We set the align_block parameter to equal the number of
structures in the template alignment, len(aln), (i.e. 3), and request a
pairwise alignment, since we do not want to change the existing alignment
between the templates. By setting gap_function we request
the use of a structure-dependent gap penalty, using structural information for
these 3 sequences. Only sequence information is used for the final TvLDH
sequence.
from modeller import *
log.verbose()
env = environ()
env.libs.topology.read(file='$(LIB)/top_heav.lib')
# Read aligned structure(s):
aln = alignment(env)
aln.append(file='fm00495.ali', align_codes='all')
aln_block = len(aln)
# Read aligned sequence(s):
aln.append(file='TvLDH.ali', align_codes='TvLDH')
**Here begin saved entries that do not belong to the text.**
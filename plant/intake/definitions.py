"""The rules of a line as JSON, made from what is stated of the works and what its series looks like.

Served to the tablet as they are, and used here by ``rules.answer``: one definition, two readers.
"""

from __future__ import annotations

import datetime as dt
from collections.abc import Iterable
from decimal import Decimal
from typing import Any

from chemistry import errors, unit_tables, units, vessels
from plant.intake import advice, ground
from plant.readings.queries import Point
from plant.works import described, parameters
from plant.works.stated import Stated

LEVELS = ("regulatory", "action", "alert", "target")
FEWEST_FOR_USUAL = 8
_SIDES = (("low", "not below"), ("high", "not above"))

CHOICES: dict[str, tuple[str, ...]] = {
    "temperature": ("°C", "°F"),
    "hardness": ("mg/L as CaCO3", "°dH", "°fH", "mmol/L", "gr/gal"),
    "alkalinity": ("mg/L as CaCO3", "mmol/L"),
    "iron": ("mg/L", "µg/L"),
    "manganese": ("mg/L", "µg/L"),
    "aluminium": ("mg/L", "µg/L"),
    "conductance": ("uS/cm", "mS/cm"),
    "feeder_setting": ("%", "L/h", "kg/h"),
    "level": ("m", "cm", "%", "L"),
    "weight": ("kg", "lb"),
}
"""Units offered on the tablet beside the one a value is kept in. Files may use any accepted unit."""


def definition(
    stated: Stated,
    at: dt.datetime,
    site: str,
    parameter: str,
    recent: list[Point],
    *,
    known: parameters.Parameter,
) -> dict[str, Any]:
    """The rules for one value due at a site. ``recent`` are the series' newest readings, oldest first."""
    kept = parameters.unit_at(stated, at, site, parameter)
    us_units = stated.works(at).units == "us"
    usable = [point for point in recent if point.usable and not point.qualifier and point.unit == kept]
    own = {"kept": _as(stated, at, site, known, usable)}
    offered = _offered(parameter, kept)
    vessel = _vessel(stated, site, at)
    if parameter == "level":
        if vessel is None or vessel.on_scale:
            offered = {unit: scale for unit, scale in offered.items() if unit not in ("%", "L")}
        else:
            own |= {"%": _plain("0", "100"), "L": _plain("0", _text(1.01 * vessels.full_volume_l(vessel.form)) or "0")}
            offered |= {"%": _scale("%"), "L": _scale("L")}
    return {
        "commas": not us_units,
        "units": offered,
        "unit": _first_unit(parameter, kept, us_units, usable),
        "as": own,
        "sends": {"L": "volume"} if parameter == "level" else {},
        "texts": _texts(known, kept, usable),
        "shows": _shows(vessel, parameter, usable),
    }


def usual_range(usable: Iterable[Point], known: parameters.Parameter) -> tuple[Decimal | None, Decimal | None]:
    """What is usual here: the middle nine tenths of the newest readings, or the parameter's own range while they are few.

    Common practice, no source.
    """
    values = sorted(point.decimal for point in usable if point.decimal is not None)
    if len(values) < FEWEST_FOR_USUAL:
        return _decimal(known.usual_low), _decimal(known.usual_high)
    cut = len(values) // 20
    return values[cut], values[len(values) - 1 - cut]


def _as(stated: Stated, at: dt.datetime, site: str, known: parameters.Parameter, usable: list[Point]) -> dict[str, Any]:
    """The rules in the unit the value is kept in."""
    return {
        "possible": _possible(stated, at, site, known),
        "usual": _asked_outside(usable, known),
        "lost": _lost(usable),
        "counter": _counter(stated, at, site, known.name, usable),
        "limits": _limits(stated, at, site, known),
    }


def _plain(low: str, high: str) -> dict[str, Any]:
    return {"possible": [low, high], "usual": [None, None], "lost": None, "counter": None, "limits": []}


def _possible(stated: Stated, at: dt.datetime, site: str, known: parameters.Parameter) -> list[str | None]:
    low, high = known.low, known.high
    vessel = _vessel(stated, site, at)
    if known.name in ("totaliser", "totaliser_reset"):
        digits = (stated.value("meter", site, at) or {}).get("digits")
        high = 10.0 ** int(digits) - 1 if digits else None
    elif known.name == "level" and vessel is not None and not vessel.on_scale:
        high = vessels.full_level_m(vessel.form) + 3 * vessel.level_sd_m
    elif known.name == "weight" and vessel is not None and vessel.form.get("capacity_kg"):
        high = float(vessel.form["capacity_kg"]) + float(vessel.form.get("tare_kg") or 0)
    return [_text(low), _text(high)]


def _asked_outside(usable: list[Point], known: parameters.Parameter) -> list[str | None]:
    """Where a second look is asked for: outside the usual range by more than its own width."""
    if parameters.METER in known.sites or known.name in ("level", "weight"):
        return [None, None]
    low, high = usual_range(usable, known)
    if len(usable) >= FEWEST_FOR_USUAL and low is not None and high is not None:
        width = max(high - low, abs(high) / 10)
        low, high = low - width, high + width
        # What the parameter's own range already knows to be wide open isn't narrowed below nothing.
        if known.low == 0 and low < 0:
            low = Decimal(0)
    return [_text(low), _text(high)]


def _lost(usable: list[Point]) -> list[str] | None:
    newest = usable[-ground.REMEMBERED :]
    pointed = [point for point in newest if "." in point.typed or "," in point.typed]
    if len(pointed) < ground.FEWEST_POINTED or 2 * len(pointed) <= len(newest):
        return None
    values = sorted(point.decimal for point in pointed if point.decimal is not None)
    return [_text(values[0]) or "0", _text(values[-1]) or "0"]


def _counter(stated: Stated, at: dt.datetime, site: str, parameter: str, usable: list[Point]) -> dict[str, Any] | None:
    meter = stated.value("meter", site, at)
    if parameter != "totaliser" or meter is None or not usable:
        return None
    most = meter.get("max_flow_m3_per_h")
    if most is not None and units.kind_of(meter["unit"]) == "volume":
        most = Decimal(units.canonical_text(_text(most) or "0", "m3", "totaliser", meter["unit"]))
    else:
        most = None
    digits = meter.get("digits")
    return {
        "last": usable[-1].text,
        "at_s": int(usable[-1].at.timestamp()),
        "modulo": str(10 ** int(digits)) if digits else None,
        "most_per_hour": _text(most),
    }


def _limits(stated: Stated, at: dt.datetime, site: str, known: parameters.Parameter) -> list[dict[str, Any]]:
    """The bound limits on this site and parameter, worst first, in the unit the value is kept in."""
    kept = parameters.unit_at(stated, at, site, known.name)
    rounds = any(value.get("round_to_limit") for _, value in stated.in_force("works", at))
    found = [
        _limit(limit, known, kept, rounds=rounds)
        for limit in stated.limits(at)
        if limit.kind == "bound" and limit.subject == site and limit.parameter == known.name
    ]
    return sorted((item for item in found if item is not None), key=lambda item: LEVELS.index(item["level"]))


def _limit(limit: described.Limit, known: parameters.Parameter, kept: str, *, rounds: bool) -> dict[str, Any] | None:
    own = known.unit if known.name not in unit_tables.PARAMETERS else None
    shown = limit.unit or kept
    bounds: dict[str, str | None] = {"low": None, "high": None}
    said = []
    for side, words in _SIDES:
        value = limit.keys.get(side)
        if value is not None:
            text = _text(value) or "0"
            try:
                bounds[side] = text if shown == kept else units.canonical_text(text, shown, known.name, own)
            except errors.ChemistryError:
                return None
            said.append(f"{words} {text}{' ' + shown if shown else ''}")
    level = {"target": "Target", "alert": "Alert limit", "action": "Action limit", "regulatory": "Regulatory limit"}[
        limit.level
    ]
    tell = [_to_tell(item) for item in limit.tell]
    return {
        "code": limit.code,
        "level": limit.level,
        **bounds,
        "digits": max(_decimals(text) for text in bounds.values() if text is not None) if rounds else None,
        "says": f"{level}: {' and '.join(said)}.",
        "do": {side: advice.what_to_do(known.name, side, limit.level) for side, _ in _SIDES},
        "caution": advice.caution(known.name),
        "call": "; ".join(tell),
    }


def _to_tell(item: dict[str, Any]) -> str:
    words = [str(item["who"])]
    words += [str(item["telephone"])] if item.get("telephone") else []
    words += [f"within {_text(item['within_hours'])} h"] if item.get("within_hours") is not None else []
    return ", ".join(words)


def _offered(parameter: str, kept: str) -> dict[str, dict[str, str]]:
    """The units that may be chosen, each with its exact scale to the unit kept; the text of a level in L is a volume."""
    names = dict.fromkeys((kept, *CHOICES.get(parameter, ())))
    if parameter == "strength":
        names = {kept: None}
    out: dict[str, dict[str, str]] = {}
    for name in names:
        if parameter in ("level", "feeder_setting") and name in ("%", "L", "L/h", "kg/h") and name != kept:
            out[name] = {"scale": "1", "offset": "0", "as": "kept"}
            continue
        if name == kept:
            out[name] = {"scale": "1", "offset": "0", "as": "kept"}
            continue
        nought, one = (Decimal(units.canonical_text(text, name, parameter)) for text in ("0", "1"))
        out[name] = {"scale": str(one - nought), "offset": str(nought), "as": "kept"}
    return out


def _scale(name: str) -> dict[str, str]:
    return {"scale": "1", "offset": "0", "as": name}


def _first_unit(parameter: str, kept: str, us_units: bool, usable: list[Point]) -> str:
    """What the last person used, when it is offered; otherwise the unit kept (°F where screens are in US units)."""
    last = usable[-1].typed_unit if usable else ""
    if last and last in CHOICES.get(parameter, ()):
        return last
    return "°F" if us_units and parameter == "temperature" else kept


def _texts(known: parameters.Parameter, kept: str, usable: list[Point]) -> dict[str, str]:
    unit = f" {kept}" if kept else ""
    low, high = usual_range(usable, known)
    usual = f" Usual here: {_text(low)} to {_text(high)}{unit}." if low is not None and high is not None else ""
    last = f" Last time: {usable[-1].text}{unit}." if usable else ""
    return {
        "stopped": "This is not a number. Type digits, for instance 7.32 or <0.05; or say why it was not taken.",
        "impossible": f"This can't be: it is outside what is possible here.{last} Look again.",
        "lost_point": f"Is a decimal point missing?{usual or last}",
        "lower": f"The counter stands lower than last time.{last} Has it been reset, or is a digit wrong?",
        "faster": f"More than this meter can pass since last time.{last} Is a digit wrong?",
        "unusual": f"Unusual for this place.{usual or last} Look again, or repeat the sample.",
    }


def _shows(vessel: described.Vessel | None, parameter: str, usable: list[Point]) -> dict[str, Any] | None:
    """What appears beside a level or weight: litres by the vessel's shape, net weight, and the difference to last time."""
    if vessel is None or parameter not in ("level", "weight"):
        return None
    last = usable[-1].value if usable else None
    if vessel.on_scale:
        return {"kind": "weight", "tare_kg": float(vessel.form.get("tare_kg") or 0), "last": last}
    top = vessels.full_level_m(vessel.form)
    steps = 1 if vessel.form["shape"] == "vertical_cylinder" else 100
    levels = [top * step / steps for step in range(steps + 1)]
    return {
        "kind": "level",
        "table": [
            [round(level / vessel.level_factor, 6), round(float(vessels.volume_l(vessel.form, min(level, top))), 3)]
            for level in levels
        ],
        "top_m": top,
        "last": last,
    }


def _decimals(text: str) -> int:
    return len(text.partition(".")[2])


def _vessel(stated: Stated, site: str, at: dt.datetime) -> described.Vessel | None:
    value = stated.value("vessel", site, at)
    return None if value is None else described.vessel(site, value)


def _decimal(value: float | None) -> Decimal | None:
    return None if value is None else Decimal(str(value))


def _text(value: float | Decimal | str | None) -> str | None:
    """A number as plain decimal text, without the trailing zero a float prints."""
    if value is None:
        return None
    number = Decimal(str(value))
    plain = format(number, "f")
    return plain.rstrip("0").rstrip(".") if isinstance(value, float) and "." in plain else plain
# Structure sensitive variable gap penalty sequence-sequence alignment:
aln.salign(output='', max_gap_length=20,
gap_function=True, # to use structure-dependent gap penalty
alignment_type='PAIRWISE', align_block=aln_block,
feature_weights=(1., 0., 0., 0., 0., 0.), overhang=0,
gap_penalties_1d=(-450, 0),
gap_penalties_2d=(0.35, 1.2, 0.9, 1.2, 0.6, 8.6, 1.2, 0., 0.),
similarity_flag=True)
aln.write(file='TvLDH-mult.ali', alignment_format='PIR')
aln.write(file='TvLDH-mult.pap', alignment_format='PAP')
File: multiple_template/align2d_mult.py
Next, we build the new model for the TvLDH target sequence based on the
alignment against the multiple templates using the
`model_mult.py' file:
from modeller import *
from modeller.automodel import *
env = environ()
a = automodel(env, alnfile='TvLDH-mult.ali',
knowns=('1bdmA','2mdhA','1b8pA'), sequence='TvLDH')
a.starting_model = 1
a.ending_model = 5
a.make()
File: multiple_template/model_mult.py
Finally, we use the DOPE potential to evaluate the new model coordinates using the `evaluate_model.py' file:
from modeller import *
from modeller.scripts import complete_pdb
log.verbose() # request verbose output
env = environ()
env.libs.topology.read(file='$(LIB)/top_heav.lib') # read topology
env.libs.parameters.read(file='$(LIB)/par.lib') # read parameters
# read model file
mdl = complete_pdb(env, 'TvLDH.B99990001.pdb')
# Assess all atoms with DOPE:
s = selection(mdl)
s.assess_dope(output='ENERGY_PROFILE NO_REPORT', file='TvLDH.profile',
normalize_profile=True, smoothing_window=15)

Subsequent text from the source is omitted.